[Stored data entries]
··········

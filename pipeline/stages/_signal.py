"""Savitzky-Golay smoothing and FFT convolution, without importing ``scipy.signal``.

The stages use three functions of :mod:`scipy.signal`: ``savgol_coeffs``,
``savgol_filter`` (``mode='interp'``) and ``fftconvolve``.
Importing ``scipy.signal`` loads its whole package (windows, filter design,
LTI systems, ``scipy.stats``, ``scipy.interpolate``): 0.3 s of CPU once per
process, 0.2 s beyond the libraries a run loads anyway, on its critical
path.  These are the same computations on :mod:`scipy.fft`,
:mod:`scipy.linalg` and :mod:`scipy.ndimage` (which the stages load
anyway), step for step as scipy 1.17 makes them for real NumPy arrays, so
that they return the same numbers to the bit; ``tests/test_signal.py``
checks them against ``scipy.signal``.
"""

from __future__ import annotations

import warnings

import numpy as np

__all__ = ["fftconvolve", "savgol_coeffs", "savgol_filter"]

_MODES = ("full", "same")


def savgol_coeffs(window_length: int, polyorder: int) -> np.ndarray:
    """Savitzky-Golay coefficients: ``scipy.signal.savgol_coeffs(window_length, polyorder)``.

    Parameters
    ----------
    window_length : int
        Number of coefficients (samples the local polynomial is fitted to).
    polyorder : int
        Degree of the polynomial, below ``window_length``.

    Returns
    -------
    ndarray of float64, shape (window_length,)
        For use in a convolution (the smoothed value at the window's centre).
    """
    from scipy.linalg import lstsq

    if not 0 <= polyorder < window_length:
        raise ValueError(
            f"polyorder ({polyorder}) must be at least 0 and less than window_length "
            f"({window_length})."
        )
    half, odd = divmod(window_length, 2)
    pos = half if odd else half - 0.5
    x = np.flip(np.arange(-pos, window_length - pos, dtype=np.float64))
    design = x ** np.arange(polyorder + 1, dtype=np.float64).reshape(-1, 1)
    target = np.zeros(polyorder + 1)
    target[0] = 1.0
    cond = np.finfo(np.float64).eps * max(design.shape)
    return lstsq(design, target, cond=cond)[0]


def _polyfit(x: np.ndarray, y: np.ndarray, degree: int) -> np.ndarray:
    """Least-squares polynomial (highest power first) of the columns ``y`` at ``x`` (scipy's)."""
    from scipy.linalg import lstsq

    design = x[:, None] ** np.flip(np.arange(degree + 1, dtype=x.dtype))[None, :]
    scale = np.sqrt(np.sum(design * design, axis=0))
    design /= scale
    coefficients, _, rank, _ = lstsq(design, y, cond=x.shape[0] * np.finfo(x.dtype).eps)
    if rank != degree + 1:
        warnings.warn("Polyfit may be poorly conditioned", np.exceptions.RankWarning, stacklevel=3)
    return (coefficients.T / scale).T


def _fit_edge(x: np.ndarray, start: int, stop: int, lo: int, hi: int, degree: int, y) -> None:
    """``y[lo:hi]`` from the polynomial fitted to ``x[start:stop]`` (Horner's scheme)."""
    coefficients = _polyfit(
        np.arange(0, stop - start, dtype=x.dtype), x[start:stop].reshape(stop - start, -1), degree
    )
    at = np.arange(lo - start, hi - start, dtype=coefficients.dtype).reshape(-1, 1)
    values = np.zeros_like(at)
    for j in range(coefficients.shape[0]):
        values = values * at + coefficients[j, ...]
    y[lo:hi] = values.reshape(hi - lo)


def savgol_filter(x: np.ndarray, window_length: int, polyorder: int) -> np.ndarray:
    """``scipy.signal.savgol_filter(x, window_length, polyorder, mode='interp')`` of a 1-D array.

    Parameters
    ----------
    x : ndarray, shape (n,)
        Samples (float32 or float64 kept, other types as float64).
    window_length : int
        Odd number of samples each local polynomial is fitted to, at most ``n``.
    polyorder : int
        Degree of the polynomial, below ``window_length``.

    Returns
    -------
    ndarray, shape (n,)
        The smoothed samples; the first and last ``window_length // 2`` take
        the polynomial fitted to the first and last ``window_length`` samples.
    """
    from scipy.ndimage import convolve1d

    x = np.asarray(x)
    if x.ndim != 1:
        raise ValueError(f"x must be one-dimensional, not of shape {x.shape}.")
    if x.dtype not in (np.float64, np.float32):
        x = x.astype(np.float64)
    if window_length > x.shape[0]:
        raise ValueError(
            f"window_length ({window_length}) must not exceed the number of samples "
            f"({x.shape[0]}); shorten the window."
        )
    y = convolve1d(x, savgol_coeffs(window_length, polyorder), mode="constant")
    half, n = window_length // 2, x.shape[0]
    _fit_edge(x, 0, window_length, 0, half, polyorder, y)
    _fit_edge(x, n - window_length, n, n - half, n, polyorder, y)
    return y


def _conv_inputs(in1, in2, mode: str) -> tuple[np.ndarray, np.ndarray, list[int]]:
    """The inputs as arrays, and the axes transformed (of length above 1 in both), checked."""
    in1, in2 = np.asarray(in1), np.asarray(in2)
    if mode not in _MODES:
        raise ValueError(f"mode must be one of {_MODES}, not {mode!r}.")
    if in1.ndim != in2.ndim or in1.ndim == 0:
        raise ValueError(
            f"in1 and in2 must be arrays of the same number of dimensions (>= 1), not of "
            f"shapes {in1.shape} and {in2.shape}."
        )
    if np.iscomplexobj(in1) or np.iscomplexobj(in2):
        raise TypeError("in1 and in2 must be real; complex arrays need scipy.signal.")
    return in1, in2, [a for a in range(in1.ndim) if in1.shape[a] != 1 and in2.shape[a] != 1]


def _product(in1, in2, axes, fshape) -> np.ndarray:
    """``irfftn(rfftn(in1) rfftn(in2))`` over ``axes`` at transform lengths ``fshape``."""
    from scipy.fft import irfftn, rfftn

    if in1.dtype.kind in "iub":
        in1 = in1.astype(np.float64)
    if in2.dtype.kind in "iub":
        in2 = in2.astype(np.float64)
    return irfftn(rfftn(in1, fshape, axes=axes) * rfftn(in2, fshape, axes=axes), fshape, axes=axes)


def _with_mode(full: np.ndarray, shape1: tuple[int, ...], mode: str) -> np.ndarray:
    if mode == "full":
        return full.copy()
    start = [(n - m) // 2 for n, m in zip(full.shape, shape1, strict=True)]
    return full[tuple(slice(s, s + m) for s, m in zip(start, shape1, strict=True))].copy()


def fftconvolve(in1: np.ndarray, in2: np.ndarray, mode: str = "full") -> np.ndarray:
    """``scipy.signal.fftconvolve(in1, in2, mode)`` of real arrays, over all their axes.

    Parameters
    ----------
    in1, in2 : ndarray
        Real arrays of the same number of dimensions.
    mode : {'full', 'same'}
        The whole convolution, or its part centred on ``in1`` (``in1``'s shape).

    Returns
    -------
    ndarray
        Single precision if both inputs are, else double.
    """
    from scipy.fft import next_fast_len

    in1, in2, axes = _conv_inputs(in1, in2, mode)
    if in1.size == 0 or in2.size == 0:
        return np.asarray([])
    s1, s2 = in1.shape, in2.shape
    shape = [s1[i] + s2[i] - 1 if i in axes else max(s1[i], s2[i]) for i in range(in1.ndim)]
    if not axes:
        full = in1 * in2
    else:
        fshape = [next_fast_len(shape[a], True) for a in axes]
        full = _product(in1, in2, axes, fshape)[tuple(slice(n) for n in shape)]
    return _with_mode(full, s1, mode)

··········

**Requirement:**
Please copy each line of the records above that holds the word "over".

**Exercise response:**
    """``irfftn(rfftn(in1) rfftn(in2))`` over ``axes`` at transform lengths ``fshape``."""
    """``scipy.signal.fftconvolve(in1, in2, mode)`` of real arrays, over all their axes.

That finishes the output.